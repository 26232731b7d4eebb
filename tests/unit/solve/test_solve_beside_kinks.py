"""Roots at a kink with nothing but roots beyond it are told from isolated ones."""

from __future__ import annotations

import numpy as np
import pytest
from solve_problems import problem, scalar

from eqsheet.solve.beside_kinks import curve_beside, roots_beside


def flat_below_one():
    """``max(x + y - 1, 0) = 0, x = 2 y``: roots along the whole line from (2/3, 1/3) down."""

    def rising(x):
        return x[0] + x[1] >= 1

    return problem(
        lambda x: [x[0] + x[1] - 1 if rising(x) else 0.0, x[0] - 2 * x[1]],
        lambda x: [[1, 1] if rising(x) else [0, 0], [1, -2]],
        [2.0, 2.0],
    )


def bent():
    """``abs(x) = 2 y, x + y = 0``: a kink at the one root, and a slope on either side of it."""
    return problem(
        lambda x: [abs(x[0]) - 2 * x[1], x[0] + x[1]],
        lambda x: [[np.sign(x[0]), -2], [1, 1]],
        [1.0, 1.0],
    )


def test_a_line_of_roots_that_begins_at_the_kink_is_seen() -> None:
    found = curve_beside(flat_below_one(), np.array([2 / 3, 1 / 3]))
    assert found is not None
    left, right = found
    assert abs(left[0]) == pytest.approx(1.0)
    # In units of the unknowns' own sizes, both become smaller alike.
    assert right[0] == pytest.approx(right[1])


def test_a_kink_with_slopes_on_both_sides_is_no_matter() -> None:
    assert curve_beside(bent(), np.zeros(2)) is None


@pytest.mark.parametrize("at", [1.0, 1e-3, -5.0])
def test_one_unknown(at: float) -> None:
    flat = scalar(
        lambda x: max(x - at, 0.0), lambda x: float(x >= at), at, size=lambda x: max(abs(x), abs(at))
    )
    steep = scalar(lambda x: x - at, lambda x: 1.0, at, size=lambda x: max(abs(x), abs(at)))
    assert roots_beside(flat, at)
    assert not roots_beside(steep, at)
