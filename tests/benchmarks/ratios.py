"""Prints how the program compares with a hand-written script.

One run, one command: ``python tests/benchmarks/ratios.py``.
"""

from __future__ import annotations

import itertools
import sys
from statistics import median

import script_20
from measure import (
    LOOP,
    NOT_FOR_SOLVE,
    SCRIPT_COMMAND,
    SOLVE_COMMAND,
    call_times,
    one_line_times,
    packages_imported_by_solve,
    wall_times,
)

import eqsheet


def main() -> None:
    """Measure and print, one line a figure."""
    script, program = wall_times([SCRIPT_COMMAND, SOLVE_COMMAND], runs=7)
    print("20 coupled equations, median of 7 runs each, interleaved")
    print(
        f"  cold   script {script:7.3f} s    eqsheet solve {program:7.3f} s    ratio {program / script:5.2f}"
    )

    sheet = eqsheet.parse(LOOP.read_text(encoding="utf-8"))
    stage: list[float] = []
    changes = itertools.cycle([["T_h1 = 78 degC"], ["T_h1 = 77 degC"]])
    root, warm, read, changed = call_times(
        [
            script_20.find_root,
            lambda: stage.append(sheet.solve().timing["solve"]),
            lambda: [value.si for value in sheet.solve().values()],
            lambda: sheet.solve(next(changes)),
        ],
        runs=51,
    )
    print(
        f"  warm   script {root * 1e3:7.3f} ms   sheet.solve() {warm * 1e3:7.3f} ms   ratio {warm / root:5.2f}"
    )
    print(f"         all its values read                {read * 1e3:10.3f} ms   ratio {read / root:5.2f}")
    numbers = median(stage)
    print(
        f"         its numbers alone (timing 'solve') {numbers * 1e3:10.3f} ms   ratio {numbers / root:5.2f}"
    )
    print(
        f"         with one known changed             {changed * 1e3:10.3f} ms   ratio {changed / root:5.2f}"
    )

    print("explicit one-line equations of varied shapes, text to answer, median of 3 runs")
    for size in (2_500, 5_000, 10_000):
        reading, solving = one_line_times(size, runs=3)
        print(
            f"  {size:6}  {reading + solving:6.2f} s   {(reading + solving) / size * 1e3:6.3f} ms an equation"
            f"   (parse {reading:.2f} s, solve {solving:.2f} s)"
        )

    unwanted = sorted(packages_imported_by_solve() & set(NOT_FOR_SOLVE))
    print("imported by solve but not wanted:", ", ".join(unwanted) or "nothing")


if __name__ == "__main__":
    sys.exit(main())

[Task statement]
In the records above, each line with the string "timing" should be copied.

[Solved problem]
            lambda: stage.append(sheet.solve().timing["solve"]),
        f"         its numbers alone (timing 'solve') {numbers * 1e3:10.3f} ms   ratio {numbers / root:5.2f}"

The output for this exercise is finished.